* Task goal: Copy each line from the data that has the word "femag" in it.

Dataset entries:
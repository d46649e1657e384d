"""``gapfield curve`` from the outside."""

import json
import os
import pty
import re
import subprocess
import sys
from importlib.resources import files
from io import StringIO
from pathlib import Path

import pytest
from rich.console import Console

import femag as fm
from femag import cli
from femag.current_curve import CurvePoint
from femag.curve_answer import print_curve
from femag.curve_command import currents_of

DEMO = files("femag").joinpath("demo.toml").read_text(encoding="utf-8")
COARSE = ["--tolerance", "0.01"]


@pytest.fixture
def design(tmp_path: Path) -> Path:
    file = tmp_path / "design.toml"
    file.write_text(DEMO)
    return file


def run(capsys: pytest.CaptureFixture[str], *arguments: object) -> tuple[int, str, str]:
    code = cli.main(["curve", *map(str, arguments)])
    captured = capsys.readouterr()
    return code, captured.out, captured.err


def test_the_table_says_what_was_solved_in_80_columns(
    design: Path, capsys: pytest.CaptureFixture[str]
) -> None:
    code, out, err = run(capsys, design, "--currents", "2 A, 4500 mA, 8 A", *COARSE)
    assert (code, err) == (0, "")
    assert max(len(line) for line in out.splitlines()) <= 80
    assert "\x1b" not in out
    assert "36 turns, 2 A to 8 A" in out
    curve = fm.inductance_curve(fm.read_design(design), [2.0, 4.5, 8.0], 0.01)
    rows = [line.split() for line in out.splitlines() if re.match(r" +[\d.]+ A ", line)]
    assert [row[0] for row in rows] == ["2", "4.5", "8"]
    factors = {"mWb": 1e-3, "uWb": 1e-6, "uH": 1e-6, "mJ": 1e-3, "uJ": 1e-6, "%": 1e-2}
    for row, point in zip(rows, curve.points, strict=True):
        shown = [float(row[k]) * factors[row[k + 1]] for k in range(2, 12, 2)]
        exact = [point.flux_linkage, point.apparent_inductance, point.incremental_inductance]
        assert shown[:4] == pytest.approx([*exact, point.coenergy.value], rel=1e-3)
        assert shown[4] == pytest.approx(point.coenergy.relative_half_width, rel=0.06)
    for entry in curve.saturation:
        assert entry.current is not None
        (line,) = re.findall(rf"{100 * entry.drop:g} % less .*uH +([\d.]+) A", out)
        assert float(line) == pytest.approx(entry.current, rel=1e-3)
    for text in ("Bounded: the co-energy", "Estimates without", "3 currents on one mesh"):
        assert text in out
    last = curve.points[-1]
    stored = 1e3 * (last.flux_linkage * last.current - last.coenergy.value)
    assert f"about {stored:.2g} mJ is stored at 8 A" in out


def test_json_on_standard_output_is_nothing_but_json(
    design: Path, capsys: pytest.CaptureFixture[str]
) -> None:
    """dW'/dI = lambda: Simpson's rule over the linear range gives the co-energy's growth."""
    code, out, err = run(capsys, design, "--currents", "1 A:2 A:3", *COARSE, "--json", "-")
    assert (code, err) == (0, "")
    document = json.loads(out)
    assert document["tolerance"] == 0.01
    points = document["points"]
    assert [point["current"] for point in points] == [1.0, 1.5, 2.0]
    linked = [point["flux_linkage"] for point in points]
    growth = points[2]["coenergy"]["value"] - points[0]["coenergy"]["value"]
    assert growth == pytest.approx((linked[0] + 4 * linked[1] + linked[2]) / 6, rel=1e-3)
    assert document["saturation"] == [{"drop": d, "current": None} for d in (0.1, 0.2, 0.3)]


def test_an_air_core_never_saturates(design: Path, capsys: pytest.CaptureFixture[str]) -> None:
    """Common practice, no source."""
    material = 'material = { permeability = 2200, saturation = "0.46 T", exponent = 2 }'
    design.write_text(DEMO.replace(material, "material = { permeability = 1 }"))
    _, out, _ = run(capsys, design, "--currents", "-1 A, -1000 A", *COARSE)
    assert out.count("beyond -1000 A") == 3
    assert "The bounds of the co-energy are rigorous" in " ".join(out.split())


def test_out_writes_the_curve_and_two_figures(
    design: Path, tmp_path: Path, capsys: pytest.CaptureFixture[str]
) -> None:
    folder = tmp_path / "deep" / "curve"
    code, out, _ = run(
        capsys, design, "--currents", "1 A:8 A:4", *COARSE, "--out", folder,
        "--json", tmp_path / "c.json",
    )  # fmt: skip
    assert code == 0
    assert sorted(file.name for file in folder.iterdir()) == [
        "curve.json", "inductance.png", "shearing.png",
    ]  # fmt: skip
    assert f"Written to {folder}: curve.json, inductance.png, shearing.png" in " ".join(out.split())
    assert fm.read_curve(folder / "curve.json") == fm.read_curve(tmp_path / "c.json")
    assert (folder / "shearing.png").stat().st_size > 20_000


def test_a_winding_that_needs_the_spacer_leaves_the_comparison_out_and_says_so(
    design: Path, tmp_path: Path, capsys: pytest.CaptureFixture[str]
) -> None:
    """The window is 13.2 mm high without the spacer."""
    taller = DEMO.replace('leg = "post"', 'leg = "all"').replace('"5.6 mm"', '"6.8 mm"')
    design.write_text(taller.replace('"-5.6 mm"', '"-6.8 mm"'))
    code, out, err = run(
        capsys, design, "--currents", "1 A, 2 A", *COARSE, "--out", tmp_path / "o"
    )  # fmt: skip
    assert (code, err) == (0, "")
    assert "Without gaps there is nothing to compare with: winding" in out
    assert (tmp_path / "o" / "shearing.png").exists()


@pytest.fixture
def measured(design: Path, tmp_path: Path) -> Path:
    """One per cent above what the field says, invented."""
    curve = fm.inductance_curve(fm.read_design(design), [2.0, 4.0, 6.0], 0.01)
    file = tmp_path / "measured.csv"
    rows = [f"{p.current};{1.01e6 * p.apparent_inductance:.9f}" for p in curve.points]
    file.write_text("\n".join(["I [A];L_app [uH]", *rows]) + "\n")
    return file


def test_measured_points_stand_beside_it_with_residuals(
    design: Path, measured: Path, tmp_path: Path, capsys: pytest.CaptureFixture[str]
) -> None:
    code, out, err = run(
        capsys, design, "--currents", "1 A, 8 A", *COARSE, "--measured", measured,
        "--json", tmp_path / "c.json", "--out", tmp_path / "o",
    )  # fmt: skip
    assert (code, err) == (0, "")
    assert (tmp_path / "o" / "inductance.png").exists()
    assert max(len(line) for line in out.split("Written to")[0].splitlines()) <= 80
    assert out.count("-0.99%") == 3
    beside = json.loads((tmp_path / "c.json").read_text())["measured"]
    residuals = [point["residual"] for point in beside["points"]]
    assert residuals == pytest.approx([1 / 1.01 - 1] * 3, abs=1e-6)
    assert beside["kind"] == "apparent"
    assert beside["fit"] is None
    assert [p.current for p in fm.read_curve(tmp_path / "c.json").points] == [1.0, 8.0]


def test_a_fit_finds_the_gap_that_was_measured(
    design: Path, tmp_path: Path, capsys: pytest.CaptureFixture[str]
) -> None:
    """Measured on the same core with 0.54 mm instead of 0.6 mm, invented."""
    ground = tmp_path / "ground.toml"
    ground.write_text(DEMO.replace("0.6 mm", "0.54 mm"))
    curve = fm.inductance_curve(fm.read_design(ground), [1.0, 4.0], 0.01)
    rows = [f"{p.current};{1e6 * p.apparent_inductance:.9f}" for p in curve.points]
    table = tmp_path / "measured.csv"
    table.write_text("\n".join(["I [A];L [uH]", *rows]) + "\n")
    code, out, err = run(
        capsys, design, "--currents", "1 A, 8 A", *COARSE, "--measured", table, "--fit",
        "--kind", "apparent", "--json", tmp_path / "c.json",
    )  # fmt: skip
    assert (code, err) == (0, "")
    assert max(len(line) for line in out.splitlines()) <= 80
    beside = json.loads((tmp_path / "c.json").read_text())["measured"]
    before = max(abs(point["residual"]) for point in beside["points"])
    assert max(map(abs, beside["fit"]["residuals"])) < 0.1 * before
    assert beside["fit"]["gap"] == pytest.approx(0.54e-3, rel=0.01)
    assert f"{1e3 * beside['fit']['gap']:.4g} mm" in out
    assert "Standard errors are those of the fit only" in out


@pytest.mark.parametrize(
    ("text", "currents"),
    [
        ("0.5 A:8 A:16", [0.5 * k for k in range(1, 17)]),
        ("8 A : 500 mA : 2", [8.0, 0.5]),
        ("-1 A:-3 A:3", [-1.0, -2.0, -3.0]),
        ("1 A, 2 A,5 A", [1.0, 2.0, 5.0]),
        ("0.1 A:0.7 A:7", [0.1, 0.2, 0.3, 0.4, 0.5, 0.6, 0.7]),
    ],
)
def test_currents_are_read(text: str, currents: list[float]) -> None:
    found = currents_of(text)
    assert found == pytest.approx(currents, rel=1e-15)
    assert (found[0], found[-1]) == (currents[0], currents[-1])


@pytest.mark.parametrize(
    ("text", "said"),
    [
        ("1 A", "one current makes no curve"),
        ("", "a current is missing"),
        ("1 A,", "a current is missing"),
        ("1 A, 1000 mA", "1 A is asked for twice"),
        ("0 A, 1 A", "one current makes no curve"),
        ("-1 A, 1 A", "currents of both signs"),
        ("1, 2 A", "'1': the unit is missing"),
        ("0.5:8 A:16", "'0.5': the unit is missing"),
        ("0.5 A:8:16", "'8': the unit is missing"),
        ("0.5 A:8 mm:16", "'mm' is not a unit"),
        ("0,5 A:8 A:16", "a decimal comma"),
        ("1 A:8 A", "2 parts between colons instead of 3"),
        ("1 A:8 A:4:4", "4 parts between colons"),
        ("1 A:8 A:4, 9 A", "'4, 9 A' is no number of currents"),
        ("1 A:8 A:1", "1 currents instead of 2 to 10000"),
        ("1 A:8 A:0", "0 currents instead of 2"),
        ("1 A:8 A:2.5", "'2.5' is no number of currents"),
        ("1 A:8 A:-3", "'-3' is no number of currents"),
        ("1 A:8 A:", "'' is no number of currents"),
        ("1 A:8 A:99999999999", "currents instead of 2 to 10000"),
        ("2 A:2 A:4", "first and last current are the same"),
        ("-2 A:2 A:4", "currents of both signs"),
        ("0 A:8 A:2", "one current makes no curve"),
        ("0 A, 0 A, 1 A, 2 A", "0 A is asked for twice"),
        ("1 A, 1e12 A", "1e+12 A is out of range, 1e-12 A to 1e+09 A"),
        ("many", "not a number with a unit"),
    ],
)
def test_currents_that_make_no_curve_get_one_line(
    design: Path, capsys: pytest.CaptureFixture[str], text: str, said: str
) -> None:
    code, out, err = run(capsys, design, "--currents", text)
    assert (code, out) == (2, "")
    assert err.count("\n") == 1
    assert said in err
    assert "--currents" in err


@pytest.mark.parametrize(
    ("arguments", "said"),
    [
        ([], "--currents"),
        (["--tolerance", "2"], "--tolerance = 2.0: tolerance out of range"),
        (["--tolerance", "few"], "--tolerance"),
        (["--json", "{design}"], "is the design itself"),
        (["--json", "{folder}/no/c.json"], "cannot be written"),
        (["--out", "{design}"], "is no folder"),
        (["--fit"], "--fit: there is nothing measured"),
        (["--kind", "apparent"], "--kind: there is nothing measured"),
        (["--measured", "{folder}/none.csv"], "none.csv: cannot be read"),
        (["--measured", "{design}", "--kind", "mean"], "--kind = 'mean': unknown kind"),
        (["--measured", "{folder}/m.csv", "--json", "{folder}/m.csv"], "measured points itself"),
    ],
)
def test_bad_calls_get_one_line_and_exit_code_2(
    design: Path, capsys: pytest.CaptureFixture[str], arguments: list[str], said: str
) -> None:
    table = design.parent / "m.csv"
    table.write_text("I [A];L [uH]\n1;400\n2;390\n")
    filled = [part.format(design=design, folder=design.parent) for part in arguments]
    currents = ["--currents", "1 A, 2 A"] if arguments else []
    code, out, err = run(capsys, design, *currents, *filled)
    assert (code, out) == (2, "")
    assert err.count("\n") == 1
    assert err.startswith("gapfield: ")
    assert said in err
    assert sorted(design.parent.iterdir()) == [design, table]


def test_the_energy_that_a_linear_core_with_a_magnet_stores_is_that_of_the_current() -> None:
    """Closed form: the current adds L I^2/2, whatever the magnet."""
    core = fm.PotCore(25.5e-3, 21.2e-3, 11.5e-3, 16.1e-3, 11e-3, 5.5e-3)
    gap = fm.Gap(0.5e-3, magnet=fm.Magnet(0.1))
    design = fm.Design(core, fm.Winding(50), fm.LinearCurve(2000), gap)
    points = tuple(
        CurvePoint(i, fm.Bounds(-1e-3, -0.9e-3, "J"), (2e-3 + 1e-3 * i,) * 2, (1e-3,) * 2, 2e-3)
        for i in (1.0, 3.0, 5.0)
    )
    curve = fm.InductanceCurve(design, points, 1e-3, (), 0, 0, 0.0, {}, "")
    text = StringIO()
    print_curve(curve, Console(file=text, width=80))
    assert "about 12 mJ is stored at 5 A" in text.getvalue()
    assert "of what the current adds to it" in " ".join(text.getvalue().split())
    assert "largest on the curve" in text.getvalue()


def test_the_function_is_not_hidden_by_the_module_of_the_same_name() -> None:
    code = (
        "import femag.plot, femag.current_curve, femag as fm; print(callable(fm.inductance_curve))"
    )
    done = subprocess.run([sys.executable, "-c", code], capture_output=True, text=True, check=True)
    assert done.stdout == "True\n"


@pytest.mark.slow
def test_progress_shows_on_a_terminal(design: Path) -> None:
    try:
        terminal, ours = pty.openpty()
    except OSError as error:
        pytest.skip(f"no pseudo-terminal here: {error}")
    process = subprocess.Popen(
        [sys.executable, "-m", "femag.cli", "curve", str(design), "--currents", "0.1 A:8 A:60"],
        stdout=subprocess.PIPE,
        stderr=ours,
        env=os.environ | {"TERM": "xterm", "COLUMNS": "80"},
    )
    os.close(ours)
    shown = b""
    while b"of 60 currents" not in shown:
        try:
            shown += os.read(terminal, 4096)
        except OSError:
            break
    process.kill()
    process.communicate()
    assert b"of 60 currents" in shown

* Answer for the task:
import femag as fm
from femag import cli
from femag.current_curve import CurvePoint
from femag.curve_answer import print_curve
from femag.curve_command import currents_of
DEMO = files("femag").joinpath("demo.toml").read_text(encoding="utf-8")
        "import femag.plot, femag.current_curve, femag as fm; print(callable(fm.inductance_curve))"
        [sys.executable, "-m", "femag.cli", "curve", str(design), "--currents", "0.1 A:8 A:60"],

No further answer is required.